三陵鍼という特殊な鍼で、患部付近を刺鍼して老廃物の溜まった旧血を取り除
き、血行を促し新鮮な血液がめぐってくるようにします。すると、首肩のコリも
解消され苔癬も徐々に退散していきます。
◆ 貨幣状湿疹
中高年の足の脛付近にでき易く、ちょうど貨幣のような形とサイズです。実は
私の足にも現在発生中で、中高年に仲間入りしたようです。お風呂に入ると激し
く痒くなります。つい掻いてしまうのですが、我慢しないと患部に引っ掻き傷が
でき、そこに細菌が入り込むとさらに悪化し、慢性化します。
皮膚の乾燥や皮脂の欠乏が原因で冬季に発症する場合が多いので、皮膚の保湿
を促し、細菌が入り込まないように、患部を軟膏で保護することが大切です。
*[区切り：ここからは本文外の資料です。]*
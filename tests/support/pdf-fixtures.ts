import * as mupdf from 'mupdf';
import { PDFDocument, PDFName, PDFString } from 'pdf-lib';
import { renderPdf } from '../../server/documents/pdf';

/** A plain stand-in lab certificate (pdfkit), one line of text per page. */
export const plainCertificate = (lines: string[] = ['Calibration certificate OCL-7781 (test document)']) =>
  renderPdf({ size: 'A4' }, (doc) =>
    lines.forEach((line, i) => {
      if (i > 0) doc.addPage();
      doc.text(line);
    }),
  );

type Change = (doc: PDFDocument) => void | Promise<void>;

/** A plain certificate changed through pdf-lib's low-level objects (ISO 32000-1 names). */
export async function certificateWith(change: Change, lines?: string[]): Promise<Buffer> {
  const doc = await PDFDocument.load(await plainCertificate(lines));
  await change(doc);
  return Buffer.from(await doc.save());
}

const javaScript = (doc: PDFDocument, code = 'app.alert("test")') => doc.context.obj({ S: 'JavaScript', JS: PDFString.of(code) });

/** Ways a PDF runs or opens something by itself (one fixture each). */
export const activeChanges: Record<string, Change> = {
  // Catalog /OpenAction → JavaScript action (§12.6.4.16).
  openActionJavaScript: (doc) => doc.catalog.set(PDFName.of('OpenAction'), doc.context.register(javaScript(doc))),
  // Document-level scripts: the /JavaScript name tree under /Names (§7.7.4).
  namesJavaScript: (doc) =>
    doc.catalog.set(
      PDFName.of('Names'),
      doc.context.obj({ JavaScript: doc.context.obj({ Names: [PDFString.of('setup'), doc.context.register(javaScript(doc))] }) }),
    ),
  // An attached file: pdf-lib writes /Names /EmbeddedFiles and an /EmbeddedFile stream (§7.11.4).
  embeddedFile: (doc) => doc.attach(Buffer.from('calc.exe would be here'), 'readme.txt', { mimeType: 'text/plain' }),
  // A link annotation on the page whose action launches a program (§12.6.4.5).
  launchLink: (doc) => {
    const link = doc.context.obj({
      Type: 'Annot',
      Subtype: 'Link',
      Rect: [50, 700, 300, 720],
      Border: [0, 0, 0],
      A: { S: 'Launch', F: PDFString.of('calc.exe') },
    });
    doc.getPage(0).node.set(PDFName.of('Annots'), doc.context.obj([doc.context.register(link)]));
  },
  // A page's additional actions: JavaScript when the page opens (§12.6.3, Table 195).
  pageOpenJavaScript: (doc) => doc.getPage(0).node.set(PDFName.of('AA'), doc.context.obj({ O: doc.context.register(javaScript(doc)) })),
  // An XFA form in the AcroForm dictionary (§12.7.8).
  xfaForm: (doc) => doc.catalog.set(PDFName.of('AcroForm'), doc.context.obj({ Fields: [], XFA: doc.context.register(doc.context.stream('<xdp:xdp/>')) })),
};

/**
 * The active-content names another parser (MuPDF) finds in any object of the
 * file: an independent look at what a fixture holds and a pack leaves out.
 */
export function activeNamesSeenByMuPdf(pdf: Uint8Array): string[] {
  const doc = mupdf.Document.openDocument(pdf, 'application/pdf') as mupdf.PDFDocument;
  const found = new Set<string>();
  for (let i = 1; i < doc.countObjects(); i += 1) {
    const text = doc.newIndirect(i).resolve().toString(true);
    for (const m of text.matchAll(/\/(JavaScript|JS|Launch|EmbeddedFiles?|EF|RichMedia\w*|XFA|OpenAction|AA)(?![\w#])/g)) found.add(`/${m[1]}`);
  }
  return [...found].sort();
}
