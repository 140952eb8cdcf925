import 'reflect-metadata';
import { randomBytes } from 'node:crypto';
import pg from 'pg';
import type { DataSource } from 'typeorm';
import { openDataSource } from '../../server/data-source';
import { seedDemoIfEmpty } from '../../server/seed/seed-demo';

/** A fresh, migrated database cloned from the template, optionally with the demo seed. */
export async function createTestDatabase(opts: { seed?: boolean } = {}): Promise<{ db: DataSource; url: string; drop(): Promise<void> }> {
  const server = process.env.TEST_PG_URL!;
  const name = `nk_${randomBytes(6).toString('hex')}`;
  const admin = new pg.Client({ connectionString: `${server}/postgres` });
  await admin.connect();
  await admin.query(`CREATE DATABASE ${name} TEMPLATE nk_template`);
  await admin.end();
  const url = `${server}/${name}`;
  const db = await openDataSource(url, 5).initialize();
  if (opts.seed) await seedDemoIfEmpty(db, 12);
  return {
    db,
    url,
    async drop() {
      if (db.isInitialized) await db.destroy();
      const c = new pg.Client({ connectionString: `${server}/postgres` });
      await c.connect();
      await c.query(`DROP DATABASE IF EXISTS ${name} WITH (FORCE)`);
      await c.end();
    },
  };
}
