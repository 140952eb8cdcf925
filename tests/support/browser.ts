import fs from 'node:fs';
import { createServer, type Server } from 'node:http';
import path from 'node:path';
import nodemailer from 'nodemailer';
import type { BrowserContextOptions } from 'playwright-core';
import { buildApp } from '../../server/app';
import { readConfig } from '../../server/config';
import { startPaymentFake } from '../../server/fakes/payment-fake';
import { launchChromium } from './chromium';
import { WAIT_MS } from './eventually';
import { createTestDatabase } from './test-db';
import { webhookSecret } from './test-app';

/** The real server with the built client on a free loopback port, a seeded
 * database, the payment-provider fake delivering signed webhooks to it, and
 * Debian's Chromium driven by playwright-core. Open pages through `newContext`:
 * its locators and navigations wait with the suite's patience. */
export async function startBrowserRig() {
  const database = await createTestDatabase({ seed: true });
  const secret = webhookSecret();
  const payments = await startPaymentFake({ port: 0, webhookSecret: secret });
  // The app's own address goes into links it mails and the provider's return address, so it is known before the app is built.
  const port = await freePort();
  const config = readConfig({
    NODE_ENV: 'test',
    PORT: String(port),
    PUBLIC_URL: `http://127.0.0.1:${port}`,
    DATABASE_URL: database.url,
    JWT_SECRET: 'browser-test-secret-long-enough-for-hs256',
    START_LOCAL_FAKES: 'false',
    RUN_SCHEDULER: 'false',
    SMTP_PORT: '9',
    CLIENT_DIR: path.resolve('dist/client'),
    PAYMENT_API_PORT: String(payments.port),
    PAYMENT_WEBHOOK_SECRET: secret,
  });
  if (!fs.existsSync(path.join(config.CLIENT_DIR, 'index.html'))) throw new Error('The client is not built: run the suite with `npm test`.');
  const mail = nodemailer.createTransport({ host: '127.0.0.1', port: 9 });
  const { app } = buildApp({ config, db: database.db, mail });
  const server: Server = await new Promise((resolve) => {
    const s = app.listen(port, '127.0.0.1', () => resolve(s));
  });
  payments.store.settings.webhookUrl = `http://127.0.0.1:${port}/api/webhooks/payments`;
  const browser = await launchChromium();
  return {
    baseUrl: `http://127.0.0.1:${port}`,
    db: database.db,
    payments,
    async newContext(options: BrowserContextOptions = {}) {
      const context = await browser.newContext(options);
      context.setDefaultTimeout(WAIT_MS);
      context.setDefaultNavigationTimeout(WAIT_MS);
      return context;
    },
    async close() {
      await browser.close();
      server.closeAllConnections();
      await new Promise((r) => server.close(r));
      await payments.close();
      await database.drop();
    },
  };
}

/** A loopback port nothing listens on right now. */
function freePort(): Promise<number> {
  return new Promise((resolve, reject) => {
    const probe = createServer().listen(0, '127.0.0.1', () => {
      const { port } = probe.address() as { port: number };
      probe.close(() => resolve(port));
    });
    probe.on('error', reject);
  });
}

export type BrowserRig = Awaited<ReturnType<typeof startBrowserRig>>;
か
さかさ乾燥して痒い時は、紫蘇の葉エキス入りのクリームがよく効きます。慢性
化して引っ掻き傷ができている場合は、中黄膏(ベルクミン)をお試しください。
細菌感染している場合もよいです。
◆ 蕁麻疹
表皮の下にある真皮には、血管や神経、リンパ管や免疫細胞が存在します。血
管は皮膚の成長や再生のために血液を運び、神経は外部から刺激を感知し身体を
守ります。リンパ管は、リンパ液や免疫細胞を運び、皮膚からの細菌感染を防御
します。このように真皮は皮膚を養い、外敵の侵入を防ぐという重要な役割を担
っています。
ところが、外部からの刺激が強すぎ、過剰に反応し、さらに体内の毒素が多く
なると、この真皮にある免疫細胞である肥満細胞が反応し、ヒスタミンを多量に
放出します。このヒスタミンが痒みを誘起し、血管の透過性を高めて真皮にリン
パ液の貯留をつくり、皮膚が赤く腫れ膨隆してきます。これが蕁麻疹です。